DATASET ENTRIES –
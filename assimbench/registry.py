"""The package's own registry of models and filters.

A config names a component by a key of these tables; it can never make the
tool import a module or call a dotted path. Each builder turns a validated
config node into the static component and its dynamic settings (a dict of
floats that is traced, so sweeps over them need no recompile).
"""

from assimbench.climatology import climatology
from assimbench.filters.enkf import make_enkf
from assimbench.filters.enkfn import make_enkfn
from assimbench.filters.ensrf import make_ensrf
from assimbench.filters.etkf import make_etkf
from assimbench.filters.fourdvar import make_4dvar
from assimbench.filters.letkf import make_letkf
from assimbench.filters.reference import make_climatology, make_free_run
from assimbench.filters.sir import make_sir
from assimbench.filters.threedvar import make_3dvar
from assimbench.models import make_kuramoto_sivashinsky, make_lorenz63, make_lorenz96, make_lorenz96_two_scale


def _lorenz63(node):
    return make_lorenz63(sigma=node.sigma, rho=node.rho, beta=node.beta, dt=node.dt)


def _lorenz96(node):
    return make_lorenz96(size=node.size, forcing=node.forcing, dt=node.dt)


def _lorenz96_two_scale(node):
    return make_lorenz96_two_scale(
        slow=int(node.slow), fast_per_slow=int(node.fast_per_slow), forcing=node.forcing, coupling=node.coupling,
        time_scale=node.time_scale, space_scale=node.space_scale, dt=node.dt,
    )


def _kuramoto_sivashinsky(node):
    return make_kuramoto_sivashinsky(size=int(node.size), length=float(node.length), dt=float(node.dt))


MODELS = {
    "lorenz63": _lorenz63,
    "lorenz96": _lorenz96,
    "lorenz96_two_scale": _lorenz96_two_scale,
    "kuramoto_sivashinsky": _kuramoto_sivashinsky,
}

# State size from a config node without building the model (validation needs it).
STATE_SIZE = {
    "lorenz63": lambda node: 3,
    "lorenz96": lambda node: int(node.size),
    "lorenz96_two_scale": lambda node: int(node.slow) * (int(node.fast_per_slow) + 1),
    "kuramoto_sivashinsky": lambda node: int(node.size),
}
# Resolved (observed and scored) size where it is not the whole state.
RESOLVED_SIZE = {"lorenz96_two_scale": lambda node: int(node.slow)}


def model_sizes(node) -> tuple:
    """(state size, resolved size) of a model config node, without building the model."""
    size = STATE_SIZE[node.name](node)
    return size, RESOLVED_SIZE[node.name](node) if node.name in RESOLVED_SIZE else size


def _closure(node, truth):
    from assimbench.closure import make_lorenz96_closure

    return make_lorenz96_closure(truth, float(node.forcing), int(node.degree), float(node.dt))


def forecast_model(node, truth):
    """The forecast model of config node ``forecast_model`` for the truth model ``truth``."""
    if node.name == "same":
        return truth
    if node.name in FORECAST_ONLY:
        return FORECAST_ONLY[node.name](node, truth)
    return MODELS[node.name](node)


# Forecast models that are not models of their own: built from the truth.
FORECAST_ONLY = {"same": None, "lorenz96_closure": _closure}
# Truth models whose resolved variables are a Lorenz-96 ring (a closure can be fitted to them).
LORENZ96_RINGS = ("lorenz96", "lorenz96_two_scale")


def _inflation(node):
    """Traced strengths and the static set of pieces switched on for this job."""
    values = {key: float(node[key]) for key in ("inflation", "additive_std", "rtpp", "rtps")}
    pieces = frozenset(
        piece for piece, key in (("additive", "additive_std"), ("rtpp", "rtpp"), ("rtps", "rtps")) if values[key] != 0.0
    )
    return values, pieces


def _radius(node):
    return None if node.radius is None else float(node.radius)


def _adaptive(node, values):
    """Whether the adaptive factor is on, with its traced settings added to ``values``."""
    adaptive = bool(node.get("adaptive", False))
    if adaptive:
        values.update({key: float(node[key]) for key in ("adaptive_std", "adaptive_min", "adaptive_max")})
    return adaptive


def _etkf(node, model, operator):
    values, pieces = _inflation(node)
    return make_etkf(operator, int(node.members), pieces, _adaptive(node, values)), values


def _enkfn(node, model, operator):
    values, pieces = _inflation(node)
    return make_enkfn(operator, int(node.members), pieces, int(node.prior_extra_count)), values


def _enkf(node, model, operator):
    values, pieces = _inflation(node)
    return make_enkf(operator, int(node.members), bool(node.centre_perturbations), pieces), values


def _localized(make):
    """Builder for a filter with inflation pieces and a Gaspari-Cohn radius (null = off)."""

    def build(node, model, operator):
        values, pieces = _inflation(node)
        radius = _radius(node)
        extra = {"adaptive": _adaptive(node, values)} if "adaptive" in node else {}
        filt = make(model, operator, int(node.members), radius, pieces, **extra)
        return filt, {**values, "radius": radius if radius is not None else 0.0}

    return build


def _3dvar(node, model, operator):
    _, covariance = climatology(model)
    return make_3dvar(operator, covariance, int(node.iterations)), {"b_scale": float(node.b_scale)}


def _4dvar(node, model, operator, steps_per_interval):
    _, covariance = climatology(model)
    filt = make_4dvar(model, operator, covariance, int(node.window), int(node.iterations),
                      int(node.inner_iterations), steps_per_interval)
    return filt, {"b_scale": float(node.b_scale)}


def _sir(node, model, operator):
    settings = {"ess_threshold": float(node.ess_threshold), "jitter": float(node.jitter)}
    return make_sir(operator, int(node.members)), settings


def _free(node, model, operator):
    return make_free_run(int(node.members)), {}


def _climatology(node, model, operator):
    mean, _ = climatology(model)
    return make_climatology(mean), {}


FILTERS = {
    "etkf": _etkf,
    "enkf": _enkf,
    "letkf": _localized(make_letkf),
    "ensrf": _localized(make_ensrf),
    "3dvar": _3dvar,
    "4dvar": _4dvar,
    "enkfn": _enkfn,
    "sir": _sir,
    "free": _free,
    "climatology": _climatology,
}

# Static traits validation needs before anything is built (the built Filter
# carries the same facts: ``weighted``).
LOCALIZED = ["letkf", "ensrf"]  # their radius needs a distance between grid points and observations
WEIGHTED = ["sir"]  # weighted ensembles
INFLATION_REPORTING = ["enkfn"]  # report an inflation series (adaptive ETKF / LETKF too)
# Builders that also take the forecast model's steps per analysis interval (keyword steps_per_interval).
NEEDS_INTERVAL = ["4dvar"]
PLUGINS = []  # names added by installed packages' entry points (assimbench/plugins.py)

* * *

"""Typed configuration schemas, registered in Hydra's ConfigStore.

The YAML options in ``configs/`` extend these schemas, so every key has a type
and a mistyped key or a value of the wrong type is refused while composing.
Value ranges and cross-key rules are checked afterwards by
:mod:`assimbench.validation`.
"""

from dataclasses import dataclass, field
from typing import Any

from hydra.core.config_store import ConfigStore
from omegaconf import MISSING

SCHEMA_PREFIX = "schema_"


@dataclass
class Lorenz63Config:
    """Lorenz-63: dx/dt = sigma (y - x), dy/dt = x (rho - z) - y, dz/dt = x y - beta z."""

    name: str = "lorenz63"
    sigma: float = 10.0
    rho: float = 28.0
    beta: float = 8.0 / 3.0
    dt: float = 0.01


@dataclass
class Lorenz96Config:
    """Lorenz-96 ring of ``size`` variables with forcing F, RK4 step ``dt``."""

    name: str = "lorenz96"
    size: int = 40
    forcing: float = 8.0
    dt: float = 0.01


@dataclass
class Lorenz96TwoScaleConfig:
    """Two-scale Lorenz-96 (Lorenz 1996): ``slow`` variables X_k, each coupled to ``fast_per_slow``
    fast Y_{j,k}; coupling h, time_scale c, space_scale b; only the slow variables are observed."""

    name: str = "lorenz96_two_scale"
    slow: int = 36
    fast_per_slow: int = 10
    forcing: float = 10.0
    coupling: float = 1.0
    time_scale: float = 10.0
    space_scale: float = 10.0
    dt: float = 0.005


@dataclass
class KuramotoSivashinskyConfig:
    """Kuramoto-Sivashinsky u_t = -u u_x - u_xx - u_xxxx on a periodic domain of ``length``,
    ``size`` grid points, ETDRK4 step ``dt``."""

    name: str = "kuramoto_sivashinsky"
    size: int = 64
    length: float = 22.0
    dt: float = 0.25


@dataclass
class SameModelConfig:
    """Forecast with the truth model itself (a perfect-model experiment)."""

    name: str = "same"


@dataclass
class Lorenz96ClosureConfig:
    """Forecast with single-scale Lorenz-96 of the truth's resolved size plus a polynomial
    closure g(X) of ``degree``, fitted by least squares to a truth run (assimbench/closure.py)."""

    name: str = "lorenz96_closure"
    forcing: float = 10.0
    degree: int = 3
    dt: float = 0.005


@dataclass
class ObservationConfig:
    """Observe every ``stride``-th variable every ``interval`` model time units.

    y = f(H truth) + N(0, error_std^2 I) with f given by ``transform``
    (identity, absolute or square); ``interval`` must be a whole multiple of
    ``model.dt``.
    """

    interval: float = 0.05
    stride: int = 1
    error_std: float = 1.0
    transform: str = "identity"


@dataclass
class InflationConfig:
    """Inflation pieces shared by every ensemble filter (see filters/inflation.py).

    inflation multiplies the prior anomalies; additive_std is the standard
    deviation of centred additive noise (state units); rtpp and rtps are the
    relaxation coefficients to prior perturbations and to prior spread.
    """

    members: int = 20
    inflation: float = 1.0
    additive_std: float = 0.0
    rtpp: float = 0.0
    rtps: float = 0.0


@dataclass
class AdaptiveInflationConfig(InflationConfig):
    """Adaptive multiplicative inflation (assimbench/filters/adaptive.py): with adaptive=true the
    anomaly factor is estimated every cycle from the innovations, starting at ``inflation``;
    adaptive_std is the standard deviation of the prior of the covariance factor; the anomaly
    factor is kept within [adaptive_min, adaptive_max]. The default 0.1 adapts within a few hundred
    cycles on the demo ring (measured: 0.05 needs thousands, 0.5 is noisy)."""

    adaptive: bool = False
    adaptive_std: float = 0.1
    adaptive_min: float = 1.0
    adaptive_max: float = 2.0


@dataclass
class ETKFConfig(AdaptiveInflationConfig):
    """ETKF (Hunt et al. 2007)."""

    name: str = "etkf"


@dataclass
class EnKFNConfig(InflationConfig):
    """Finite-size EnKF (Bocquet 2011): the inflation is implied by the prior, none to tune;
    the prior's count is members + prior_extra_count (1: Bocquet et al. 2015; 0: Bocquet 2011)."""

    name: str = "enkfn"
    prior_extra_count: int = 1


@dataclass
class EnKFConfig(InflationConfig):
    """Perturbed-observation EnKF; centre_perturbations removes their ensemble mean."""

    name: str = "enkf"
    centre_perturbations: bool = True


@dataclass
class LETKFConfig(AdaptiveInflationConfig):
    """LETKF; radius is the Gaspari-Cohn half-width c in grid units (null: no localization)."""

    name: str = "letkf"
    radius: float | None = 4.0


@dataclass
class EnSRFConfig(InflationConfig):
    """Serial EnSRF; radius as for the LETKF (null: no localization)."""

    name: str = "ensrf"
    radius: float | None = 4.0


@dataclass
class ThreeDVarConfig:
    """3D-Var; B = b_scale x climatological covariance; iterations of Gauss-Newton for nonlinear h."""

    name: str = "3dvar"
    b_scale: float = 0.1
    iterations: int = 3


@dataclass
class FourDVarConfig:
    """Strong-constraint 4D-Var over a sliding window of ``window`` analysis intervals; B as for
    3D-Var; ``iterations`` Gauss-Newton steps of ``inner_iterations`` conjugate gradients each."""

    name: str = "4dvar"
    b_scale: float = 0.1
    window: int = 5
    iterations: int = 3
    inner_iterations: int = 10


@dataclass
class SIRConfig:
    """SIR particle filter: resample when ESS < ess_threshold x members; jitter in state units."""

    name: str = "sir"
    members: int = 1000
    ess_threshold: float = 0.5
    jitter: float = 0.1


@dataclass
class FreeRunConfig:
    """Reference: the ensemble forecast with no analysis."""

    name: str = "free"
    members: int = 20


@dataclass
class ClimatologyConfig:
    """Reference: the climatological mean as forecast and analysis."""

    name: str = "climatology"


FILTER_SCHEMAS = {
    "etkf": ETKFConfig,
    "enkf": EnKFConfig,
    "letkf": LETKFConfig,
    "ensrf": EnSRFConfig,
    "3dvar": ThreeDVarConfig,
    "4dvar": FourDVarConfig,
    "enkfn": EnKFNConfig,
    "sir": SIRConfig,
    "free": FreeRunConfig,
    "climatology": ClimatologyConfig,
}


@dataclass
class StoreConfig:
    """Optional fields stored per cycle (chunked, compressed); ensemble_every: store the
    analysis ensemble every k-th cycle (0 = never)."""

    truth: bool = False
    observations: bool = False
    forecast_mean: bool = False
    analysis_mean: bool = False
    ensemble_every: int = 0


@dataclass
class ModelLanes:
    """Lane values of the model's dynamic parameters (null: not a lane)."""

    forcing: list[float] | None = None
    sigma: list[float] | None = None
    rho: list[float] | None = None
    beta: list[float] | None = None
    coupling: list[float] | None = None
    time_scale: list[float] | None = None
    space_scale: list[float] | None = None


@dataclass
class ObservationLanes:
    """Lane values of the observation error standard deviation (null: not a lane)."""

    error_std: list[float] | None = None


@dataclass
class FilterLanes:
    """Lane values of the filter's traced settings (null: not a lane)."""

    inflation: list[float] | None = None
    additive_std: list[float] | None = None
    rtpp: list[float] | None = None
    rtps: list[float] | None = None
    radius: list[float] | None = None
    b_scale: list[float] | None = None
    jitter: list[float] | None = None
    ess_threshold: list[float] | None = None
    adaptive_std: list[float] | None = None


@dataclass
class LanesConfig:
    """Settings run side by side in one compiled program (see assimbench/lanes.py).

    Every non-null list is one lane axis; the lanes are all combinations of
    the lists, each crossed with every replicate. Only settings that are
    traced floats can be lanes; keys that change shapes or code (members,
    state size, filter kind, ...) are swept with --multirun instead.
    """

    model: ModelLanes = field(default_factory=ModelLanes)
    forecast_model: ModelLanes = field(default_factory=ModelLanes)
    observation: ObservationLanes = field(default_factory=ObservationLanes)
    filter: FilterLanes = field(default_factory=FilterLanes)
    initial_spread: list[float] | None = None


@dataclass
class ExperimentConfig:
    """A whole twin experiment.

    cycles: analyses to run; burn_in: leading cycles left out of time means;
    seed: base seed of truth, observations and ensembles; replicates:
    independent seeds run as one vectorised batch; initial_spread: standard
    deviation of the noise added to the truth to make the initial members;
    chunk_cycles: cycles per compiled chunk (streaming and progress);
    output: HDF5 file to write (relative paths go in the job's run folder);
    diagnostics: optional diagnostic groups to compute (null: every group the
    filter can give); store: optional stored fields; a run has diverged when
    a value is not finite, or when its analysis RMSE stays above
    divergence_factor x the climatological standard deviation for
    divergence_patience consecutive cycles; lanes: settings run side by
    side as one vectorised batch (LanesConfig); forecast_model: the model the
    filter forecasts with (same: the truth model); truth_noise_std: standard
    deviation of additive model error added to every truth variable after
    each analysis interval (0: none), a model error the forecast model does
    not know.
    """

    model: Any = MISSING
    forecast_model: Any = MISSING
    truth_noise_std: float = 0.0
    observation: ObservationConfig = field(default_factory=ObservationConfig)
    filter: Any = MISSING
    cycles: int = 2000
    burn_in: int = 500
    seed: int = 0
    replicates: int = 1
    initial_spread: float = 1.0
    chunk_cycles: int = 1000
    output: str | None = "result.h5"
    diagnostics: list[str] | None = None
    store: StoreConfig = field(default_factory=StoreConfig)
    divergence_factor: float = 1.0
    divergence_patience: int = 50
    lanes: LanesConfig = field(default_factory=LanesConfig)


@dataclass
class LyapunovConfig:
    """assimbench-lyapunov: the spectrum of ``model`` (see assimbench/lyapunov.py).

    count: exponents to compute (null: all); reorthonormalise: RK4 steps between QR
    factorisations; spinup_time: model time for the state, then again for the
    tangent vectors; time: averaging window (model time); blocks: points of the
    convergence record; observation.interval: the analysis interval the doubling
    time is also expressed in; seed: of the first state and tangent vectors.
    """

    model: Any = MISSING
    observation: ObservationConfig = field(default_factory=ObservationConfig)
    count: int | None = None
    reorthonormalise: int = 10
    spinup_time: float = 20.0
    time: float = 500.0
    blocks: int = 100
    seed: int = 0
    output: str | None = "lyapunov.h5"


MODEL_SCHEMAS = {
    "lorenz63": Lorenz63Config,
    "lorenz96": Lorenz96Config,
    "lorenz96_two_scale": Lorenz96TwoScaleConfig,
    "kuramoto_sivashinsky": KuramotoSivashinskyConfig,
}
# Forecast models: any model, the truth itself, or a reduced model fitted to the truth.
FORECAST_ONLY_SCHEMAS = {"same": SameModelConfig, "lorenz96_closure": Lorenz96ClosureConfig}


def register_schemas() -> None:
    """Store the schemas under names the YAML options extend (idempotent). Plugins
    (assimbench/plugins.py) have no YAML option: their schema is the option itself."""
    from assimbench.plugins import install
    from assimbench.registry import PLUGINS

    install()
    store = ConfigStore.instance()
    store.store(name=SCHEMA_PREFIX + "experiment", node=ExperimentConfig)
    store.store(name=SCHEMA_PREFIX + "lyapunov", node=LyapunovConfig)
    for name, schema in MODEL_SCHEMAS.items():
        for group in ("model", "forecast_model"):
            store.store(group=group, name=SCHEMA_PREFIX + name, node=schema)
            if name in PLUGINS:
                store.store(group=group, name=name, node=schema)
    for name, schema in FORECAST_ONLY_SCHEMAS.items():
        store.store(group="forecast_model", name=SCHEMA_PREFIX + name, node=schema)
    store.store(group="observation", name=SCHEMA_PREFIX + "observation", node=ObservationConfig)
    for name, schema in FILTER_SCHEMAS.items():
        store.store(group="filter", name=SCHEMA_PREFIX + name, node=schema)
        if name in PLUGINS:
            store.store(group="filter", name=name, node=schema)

PROMPT –
From the records above, transcribe exactly the run of lines that opens with the line holding "filename assimbench/registry.py" and closes with the line holding "from assimbench.filters.sir import make_sir", both included.

YOUR SOLUTION –
filename assimbench/registry.py
"""The package's own registry of models and filters.

A config names a component by a key of these tables; it can never make the
tool import a module or call a dotted path. Each builder turns a validated
config node into the static component and its dynamic settings (a dict of
floats that is traced, so sweeps over them need no recompile).
"""

from assimbench.climatology import climatology
from assimbench.filters.enkf import make_enkf
from assimbench.filters.enkfn import make_enkfn
from assimbench.filters.ensrf import make_ensrf
from assimbench.filters.etkf import make_etkf
from assimbench.filters.fourdvar import make_4dvar
from assimbench.filters.letkf import make_letkf
from assimbench.filters.reference import make_climatology, make_free_run
from assimbench.filters.sir import make_sir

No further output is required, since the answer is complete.